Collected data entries
// setCombine sets the per-pixel weight of the coil combination of the
// adjoint image: 1/(Sᴴ·Ψ⁻¹·S), the diagonal of EᴴE at full sampling for the
// prewhitened operator, so that full sampling returns the object itself
// (1/Σ|S_c|² for white coil noise). The adjoint of the whitened operator is
// then the SNR-optimal combination of Roemer PB et al., MRM 1990;16:192-225.
func (env *runEnv) setCombine() error {
	maps := env.maps
	n := len(maps)
	var inv []complex128
	if nc := env.coilNoise; nc != nil && !nc.IsIdentity() {
		inv = nc.Inverse()
	}
	env.combine = make([]float64, len(maps[0]))
	for i := range env.combine {
		var v float64
		if inv == nil {
			for _, m := range maps {
				v += real(m[i])*real(m[i]) + imag(m[i])*imag(m[i])
			}
		} else {
			for c := range n {
				var s complex128
				for d := range n {
					s += inv[c*n+d] * maps[d][i]
				}
				v += real(cmplx.Conj(maps[c][i]) * s)
			}
		}
		if v > 0 && !math.IsInf(v, 0) {
			env.combine[i] = 1 / v
		} else {
			env.combine[i] = 1
		}
	}
	return nil
}

// workerState holds one worker's operators and buffers, built once per
// candidate and reused across its jobs.
type workerState struct {
	env          *runEnv
	task         taskScorer // the worker's own task scorer
	jobSeconds   float64    // time in jobs
	reconSeconds float64    // time in reconstructions
	encs         map[int]*encoding
	mag          []float64
	ssim         *quality.SSIMPlan
	solvers      map[int]*solver // per recon index
}

func newWorkerState(env *runEnv) (*workerState, error) {
	ssim, err := quality.NewSSIMPlan(env.ny, env.nx, env.dataRange)
	if err != nil {
		return nil, err
	}
	var task taskScorer
	if env.task != nil {
		// Each worker gets its own scorer: some build masks on first use.
		if _, t, err := taskPhantom(env.plan); err == nil && t != nil {
			task = t
		}
	}
	return &workerState{env: env, encs: map[int]*encoding{}, task: task,
		mag: make([]float64, env.ny*env.nx), ssim: ssim, solvers: map[int]*solver{}}, nil
}

// draw returns the candidate's encoding and noisy data for the given draw key.
// soloWorker sets up the scene of outcome o and one worker outside a sweep
// (pre-flight estimates, noise maps, tests).
func soloWorker(o *Outcome) (*workerState, error) {
	p := o.Plan
	ny, nx := p.ImageSize()
	env := &runEnv{plan: p, out: o, clean: newCleanData(len(o.Candidates)), ny: ny, nx: nx}
	if err := env.setScene(); err != nil {
		return nil, err
	}
	return newWorkerState(env)
}

// addNoise adds the run's measurement noise to data y: white Gaussian noise
// of σ per channel, or with a receive array coil noise of covariance 2σ²Ψ
// after which the data (signal and noise alike) are whitened as the
// operator is.
func (w *workerState) addNoise(y []complex128, rng *rand.Rand) error {
	nc := w.env.coilNoise
	if nc == nil {
		simulate.AddNoise(y, w.env.out.Sigma, rng)
		return nil
	}
	// Coil-major data, in 3D once per readout plane (see encoding3D).
	blocks := 1
	if w.env.plan.Is3D() {
		blocks = len(w.env.cuts)
	}
	m := len(y) / blocks
	for b := range blocks {
		yb := y[b*m : (b+1)*m]
		if err := nc.AddNoise(yb, w.env.out.Sigma, rng); err != nil {
			return err
		}
		if err := nc.Whiten(yb); err != nil {
			return err
		}
	}
	return nil
}

// splitK returns the kx and ky coordinates of k-space points.
func splitK(k [][2]float64) (kx, ky []float64) {
	kx, ky = make([]float64, len(k)), make([]float64, len(k))
	for j, p := range k {
		kx[j], ky[j] = p[0], p[1]
	}
	return kx, ky
}

func (w *workerState) draw(ci int, key string) (*encoding, []complex128, uint64, error) {
	e, err := w.encodingFor(ci)
	if err != nil {
		return nil, nil, 0, err
	}
	seed := seedFor(w.env.plan.Seed, "noise|"+w.env.out.Candidates[ci].SeedKey()+"|"+key)
	rng := rand.New(rand.NewPCG(seed, seed^0x5851f42d4c957f2d))
	y := make([]complex128, len(e.clean))
	copy(y, e.clean)
	if err := w.addNoise(y, rng); err != nil {
		return nil, nil, 0, err
	}
	return e, y, seed, nil
}

func (w *workerState) do(j job) error {
	p := w.env.plan
	rc := p.Recons[j.recon]
	if j.repeat < 0 {
		return w.tune(j, rc)
	}
	// The same noise draw serves every method of a candidate, so methods are
	// compared on paired data.
	enc, y, seed, err := w.draw(j.cand, fmt.Sprintf("scored-%d", j.repeat))
	if err != nil {
		return err
	}
	lambda, rule := rc.Lambda, "fixed in the plan"
	if needsTuning(rc) {
		t := w.env.out.Tunings[j.cand][j.recon]
		lambda, rule = t.Lambda, t.Rule
	}
	switch rc.Method {
	case MethodZeroFilled:
		lambda, rule = 0, "none"
	case MethodFISTABox:
		lambda, rule = 0, "none (a hard box constraint)"
	case MethodHomodyne, MethodPOCS:
		lambda, rule = 0, "none (phase-constrained partial Fourier)"
	}
	t0 := time.Now()
	switch rc.LambdaRule {
	case RuleDiscrepancy:
		if lambda, err = w.discrepancy(j.recon, enc, y); err != nil {
			return err
		}
		rule = "discrepancy principle: residual = noise level (this draw, no truth used)"
	case RuleUniversal:
		// Donoho & Johnstone 1994: σ√(2 ln n) for n coefficients, as an
		// absolute threshold; expressed relative to the adjoint's peak.
		lambda = w.universal(j.recon, enc, y)
		rule = "universal threshold σ√(2 ln n)"
	case RuleOracle:
		if lambda, _, err = w.search(j.recon, enc, y); err != nil {
			return err
		}
		rule = "ORACLE: tuned on this scored draw against the truth (an upper bound, not a protocol result)"
	}
	img, iters, err := w.reconstruct(j.recon, enc, y, lambda)
	if err != nil {
		return err
	}
	sec := time.Since(t0).Seconds()
	w.project(img)
	r := Result{Candidate: j.cand, Recon: j.recon, Repeat: j.repeat, NoiseSeed: seed,
		Lambda: lambda, LambdaRule: rule, Iterations: iters, Seconds: sec}
	if r.NRMSE, r.PSNR, r.SSIM, r.Task, err = w.score(w.mag); err != nil {
		return err
	}
	idx := (j.cand*len(p.Recons)+j.recon)*p.Repeats + j.repeat
	w.env.out.Results[idx] = r
	var kept []float64
	if j.repeat == 0 {
		kept = append([]float64(nil), w.mag...)
		w.env.out.Images[j.cand][j.recon] = kept
	}
	return w.env.journal.record(journalEntry{Key: j.key, Result: &r}, kept)
}

// restoreResult fills the slot of job j from the journal, with its image
// for the first draw; it reports whether it could.
func restoreResult(o *Outcome, jr *Journal, j job, n int) bool {
	e, ok := jr.lookup(j.key)
	if !ok || e.Result == nil {
		return false
	}
	var img []float64
	if j.repeat == 0 {
		var err error
		if img, err = jr.readImage(e, n); err != nil {
			return false // recompute rather than trust a damaged entry
		}
	}
	r := *e.Result
	r.Candidate, r.Recon, r.Repeat = j.cand, j.recon, j.repeat
	nr := len(o.Plan.Recons)
	o.Results[(j.cand*nr+j.recon)*o.Plan.Repeats+j.repeat] = r
	if img != nil {
		o.Images[j.cand][j.recon] = img
	}
	return true
}
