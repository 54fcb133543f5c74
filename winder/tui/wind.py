"""Setting up a winding for the terminal UI: link, session and runner.

:class:`WindSetup` is the ``start_wind`` the plan view calls on Enter: it opens
the link, picks the machine from the device's capabilities (or a machine
profile), schedules the plan for that machine, freezes the coil as wound into a
new session and returns a :class:`~winder.tui.runner.RunnerControl`.
:func:`resume_control` does the same for an existing session.

``winder wind`` (without ``--headless``) runs :func:`run_wind` and
``winder resume`` runs :func:`run_resume`.
"""

from __future__ import annotations

import queue
from collections.abc import Callable
from pathlib import Path
from typing import Any

import yaml

from winder.errors import InputError
from winder.tui.runner import RunnerControl


def _mm(m: float) -> str:
    return f"{m * 1e3:.6g} mm"


def coil_mapping(coil: Any) -> dict[str, Any]:
    """The coil as a coil-profile mapping (bobbin inline), the inverse of the profile loader."""
    b = coil.bobbin
    if hasattr(b.core, "diameter_m"):
        core: dict[str, Any] = {"shape": "round", "diameter": _mm(b.core.diameter_m)}
    else:
        core = {"shape": "rect", "width": _mm(b.core.width_m), "length": _mm(b.core.length_m)}
        if b.core.corner_radius_m:
            core["corner_radius"] = _mm(b.core.corner_radius_m)
    bobbin: dict[str, Any] = {"name": b.name, "core": core,
                              "window": {"width": _mm(b.window_width_m),
                                         "height": _mm(b.window_height_m)},
                              "clearance": {"ends": _mm(b.clearance_ends_m),
                                            "top": _mm(b.clearance_top_m)}}
    if b.reference_inductance is not None:
        henry, turns = b.reference_inductance
        bobbin["reference_inductance"] = {"inductance": f"{henry:.9g} H", "turns": int(turns)}
    w = coil.wire
    wire: dict[str, Any] = {"size": w.size_name, "insulation": w.insulation}
    if getattr(w, "od_source", "") == "measured":
        wire["od"] = _mm(w.od_m)
    if w.material.name != "copper":
        wire["material"] = w.material.name
    if w.thermal_class_c is not None:
        wire["thermal_class"] = _thermal_class(w.thermal_class_c)
    t = coil.target
    target: dict[str, Any]
    if t.kind == "fill":
        target = {"fill": True}
    elif t.kind == "turns":
        target = {"turns": int(t.value)}
    else:
        target = {"resistance": f"{float(t.value):.9g} ohm"}
    s = coil.style
    style: dict[str, Any] = {"kind": s.kind}
    if s.packing is not None:
        style["packing"] = float(s.packing)
    if s.kind == "scatter":
        style["pitch_range"] = [float(s.pitch_range[0]), float(s.pitch_range[1])]
        if s.taper:
            style["taper"] = float(s.taper)
    if s.seed is not None:
        style["seed"] = int(s.seed)
    out = {"name": coil.name, "bobbin": bobbin, "wire": wire, "target": target,
           "style": style}
    if coil.drive is not None:
        out["drive"] = _drive_mapping(coil.drive)
    return out


def _thermal_class(celsius: float) -> int | str:
    """A thermal class for a profile: the class number, or a temperature ('150 degC')."""
    from winder.wire import THERMAL_CLASSES_C

    return int(celsius) if celsius in THERMAL_CLASSES_C else f"{celsius:.9g} degC"


def _drive_mapping(drive: Any) -> dict[str, Any]:
    """A coil's drive (volts or amperes, distance m, ambient degC) as a profile mapping."""
    d: dict[str, Any] = ({"voltage": f"{drive.voltage_v:.12g} V"} if drive.voltage_v is not None
                         else {"current": f"{drive.current_a:.12g} A"})
    if drive.distance_m is not None:
        d["distance"] = f"{drive.distance_m * 1e3:.12g} mm"
    d["ambient"] = f"{drive.ambient_c:.12g} degC"
    return d


def coil_yaml(coil: Any, note: str = "") -> str:
    """A self-contained coil profile for ``coil`` (what a session freezes as coil.yaml)."""
    head = f"# {note}\n" if note else ""
    return head + yaml.safe_dump(coil_mapping(coil), sort_keys=False, allow_unicode=True)


def _flange_mm(machine: Any) -> float:
    """Machine position of the start flange, mm (0 without a traverse)."""
    tr = getattr(machine, "traverse", None)
    return float(getattr(tr, "start_flange_m", 0.0) or 0.0) * 1e3


class WindSetup:
    """``start_wind(coil, plan, schedule)`` for the plan view: a new session on ``port``.

    ``port`` is a port name or URL, or a callable given the plan that returns one
    (the demo starts its simulated winder for the plan actually wound).
    """

    def __init__(self, port: str | Callable[[Any], str], *, machine_file: str | None = None,
                 session_dir: str | Path | None = None, root: Path | None = None,
                 stop_at_resistance: bool = False, auto_continue: bool = False,
                 ambient_c: float | None = None,
                 original: Any = None, original_path: str | Path | None = None,
                 on_closed: list[Callable[[], None]] | None = None):
        self.port = port
        self.machine_file = machine_file
        self.session_dir = session_dir
        self.root = root
        self.stop_at_resistance = stop_at_resistance
        self.auto_continue = auto_continue
        self.ambient_c = ambient_c
        self.original = original
        self.original_path = original_path
        self.on_closed = list(on_closed or [])
        self.session: Any = None

    def frozen_yaml(self, coil: Any) -> str:
        """The file as written when the coil is unchanged, else the coil as changed."""
        if self.original_path is not None and coil == self.original:
            from winder.session.prepare import frozen_coil_yaml

            return frozen_coil_yaml(Path(self.original_path))
        return coil_yaml(coil, "Coil as wound (changed in the plan view).")

    def __call__(self, coil: Any, plan: Any, schedule: Any) -> RunnerControl:
        from winder.schedule import build_schedule
        from winder.session.prepare import (
            Prepared,
            curve_for,
            machine_for,
            open_link,
            started_fields,
        )
        from winder.session.runner import Runner, check_stop_at_resistance
        from winder.session.session import Session

        if plan.fill > 1.0:
            raise InputError("the plan does not fit the usable height", key="target")
        events: queue.Queue = queue.Queue(maxsize=10000)
        port = self.port(plan) if callable(self.port) else self.port
        link = open_link(port, events)
        try:
            info = link.info
            machine = machine_for(self.machine_file, info.capabilities, info.counts_per_rev)
            tgt = coil.target
            check_stop_at_resistance(self.stop_at_resistance,
                                     tgt.value if tgt.kind == "resistance" else None,
                                     frozenset(info.capabilities))
            sched = build_schedule(plan, machine)
            prep = Prepared(coil, plan, sched, machine, self.frozen_yaml(coil), curve_for(plan))
            sess = Session.create(coil_name=coil.name, coil_yaml=prep.coil_yaml,
                                  plan=plan.to_dict(), schedule=sched.to_dict(),
                                  started=started_fields(prep, info.to_dict()),
                                  session_dir=self.session_dir, root=self.root)
        except BaseException:
            link.close()
            raise
        self.session = sess

        def make_runner(on_update: Callable[[Any], None]) -> Any:
            return Runner(sess, link, schedule=sched, machine=machine,
                          stop_at_resistance=self.stop_at_resistance,
                          auto_continue=self.auto_continue, events=events,
                          ambient_c=self.ambient_c, on_update=on_update)

        control = RunnerControl(link=link, session=sess, make_runner=make_runner,
                                begin=lambda r: r.start(), traverse=machine.drives_traverse,
                                guide_offset_mm=_flange_mm(machine), on_closed=self.on_closed)
        control.plan, control.schedule = plan, sched  # type: ignore[attr-defined]
        control.feed.log(f"session journal: {sess.path}", "info")
        return control


def resume_control(session_ref: str | Path, *, port: str | None = None,
                   reading: Any = None, accept_correction: bool = False,
                   stop_at_resistance: bool = False, auto_continue: bool = False,
                   ambient_c: float | None = None) -> tuple[RunnerControl, Any, Any]:
    """(control, plan, schedule) for resuming a session; the runner resumes on start()."""
    from winder.session.prepare import load_frozen, open_link, resume_port, resume_reading
    from winder.session.runner import Runner
    from winder.session.session import Session

    sess = Session.open(session_ref, writable=True)
    link = None
    try:
        port = resume_port(sess, port)
        plan, sched = load_frozen(sess.path)
        if plan is None:
            raise InputError("the session's coil cannot be planned again for the monitor; "
                             "resume with --headless", where="SESSION")
        machine = sched.machine if sched is not None else None
        events: queue.Queue = queue.Queue(maxsize=10000)
        link = open_link(port, events)
    except BaseException:
        if link is not None:
            link.close()
        sess.close()
        raise

    def make_runner(on_update: Callable[[Any], None]) -> Any:
        return Runner(sess, link, schedule=sched, machine=machine,
                      stop_at_resistance=stop_at_resistance, auto_continue=auto_continue,
                      events=events, ambient_c=ambient_c, on_update=on_update)

    def begin(runner: Any) -> None:
        got = resume_reading(runner, reading)
        rec = runner.resume(got, accept_correction=accept_correction)
        if rec.suggested_turns is not None and not rec.same_boot and not accept_correction:
            control.feed.log(f"the reading suggests {rec.suggested_turns:.0f} +/- "
                             f"{rec.suggested_pm:.0f} turns; resume with --accept-correction "
                             "to adopt it", "warn")

    traverse = bool(getattr(machine, "drives_traverse", True))
    control = RunnerControl(link=link, session=sess, make_runner=make_runner, begin=begin,
                            traverse=traverse, guide_offset_mm=_flange_mm(machine))
    control.feed.log(f"resuming {sess.id} at {sess.state.turns:g} of "
                     f"{sess.state.stop_turns:g} turns; space continues", "info")
    return control, plan, sched


def run_wind(coil_path: str | Path, *, port: str, machine_file: str | None = None,
             session_dir: str | Path | None = None, stop_at_resistance: bool = False,
             auto_continue: bool = False, ambient_c: float | None = None) -> int:
    """``winder wind COIL --port PORT``: the plan view, then the caution and the monitor."""
    from winder.profile import load_coil
    from winder.tui import run_plan

    coil = load_coil(coil_path)
    if machine_file:
        from winder.schedule import load_machine

        load_machine(machine_file)          # a bad profile is refused before the UI opens
    setup = WindSetup(port, machine_file=machine_file, session_dir=session_dir,
                      stop_at_resistance=stop_at_resistance, auto_continue=auto_continue,
                      ambient_c=ambient_c, original=coil, original_path=coil_path)
    rc = run_plan(coil, start_wind=setup)
    if setup.session is not None:
        _farewell(setup.session)
    return rc


def run_resume(session_ref: str | Path, *, port: str | None = None, reading: Any = None,
               accept_correction: bool = False, stop_at_resistance: bool = False,
               auto_continue: bool = False, ambient_c: float | None = None) -> int:
    """``winder resume SESSION``: the monitor; space (after the caution) resumes."""
    from winder.tui import run_monitor

    control, plan, sched = resume_control(session_ref, port=port, reading=reading,
                                          accept_correction=accept_correction,
                                          stop_at_resistance=stop_at_resistance,
                                          auto_continue=auto_continue, ambient_c=ambient_c)
    rc = run_monitor(control, plan, sched, title=f"{plan.coil.name} · resume")
    _farewell(control.session)
    return rc


def _farewell(session: Any) -> None:
    st = session.state
    if st.state == "finished":
        print(f"session {session.id}: finished at {st.turns:g} turns; "
              f"`winder report {session.id}`")
    else:
        print(f"session {session.id}: {st.state} at {st.turns:g} turns, motor stopped. "
              f"Resume with: winder resume {session.path}")
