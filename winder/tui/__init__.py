"""Terminal UI: plan view and live winding monitor (layer 5).

Entry points (Textual is imported only when one is called):

* :func:`run_plan` - the plan view for a coil; with ``start_wind`` Enter goes on
  to the caution and the monitor (``winder demo``, ``winder wind``);
* :func:`run_monitor` - the monitor for a winding already set up (``winder resume``).

The monitor acts through a :class:`winder.tui.feed.WindControl` and reads a
:class:`winder.tui.feed.Feed`; :mod:`winder.tui.runner` adapts the session runner.
"""

from __future__ import annotations

from typing import Any


def run_plan(coil: Any, *, start_wind: Any = None, planner: Any = None, title: str = "",
             cautioned: bool = False) -> int:
    """Show the plan view for ``coil``; ``start_wind(coil, plan, schedule) -> WindControl``."""
    from winder.tui.app import WinderApp, run_app

    return run_app(WinderApp(coil=coil, planner=planner, start_wind=start_wind, title=title,
                             cautioned=cautioned))


def run_monitor(control: Any, plan: Any, schedule: Any = None, *, title: str = "",
                cautioned: bool = False, autostart: bool = False) -> int:
    """Show the monitor for ``control`` (a WindControl) winding ``plan``; returns an exit code."""
    from winder.tui.app import WinderApp, run_app

    return run_app(WinderApp(control=control, plan=plan, schedule=schedule, title=title,
                             cautioned=cautioned, autostart=autostart))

- _WHAT YOU NEED TO DO_
Where does the word "draw" appear in the records? Copy every line that holds it.

- _TASK OUTPUT_
// draw returns the candidate's encoding and noisy data for the given draw key.
func (w *workerState) draw(ci int, key string) (*encoding, []complex128, uint64, error) {
	// The same noise draw serves every method of a candidate, so methods are
	enc, y, seed, err := w.draw(j.cand, fmt.Sprintf("scored-%d", j.repeat))
		rule = "discrepancy principle: residual = noise level (this draw, no truth used)"
		rule = "ORACLE: tuned on this scored draw against the truth (an upper bound, not a protocol result)"
// for the first draw; it reports whether it could.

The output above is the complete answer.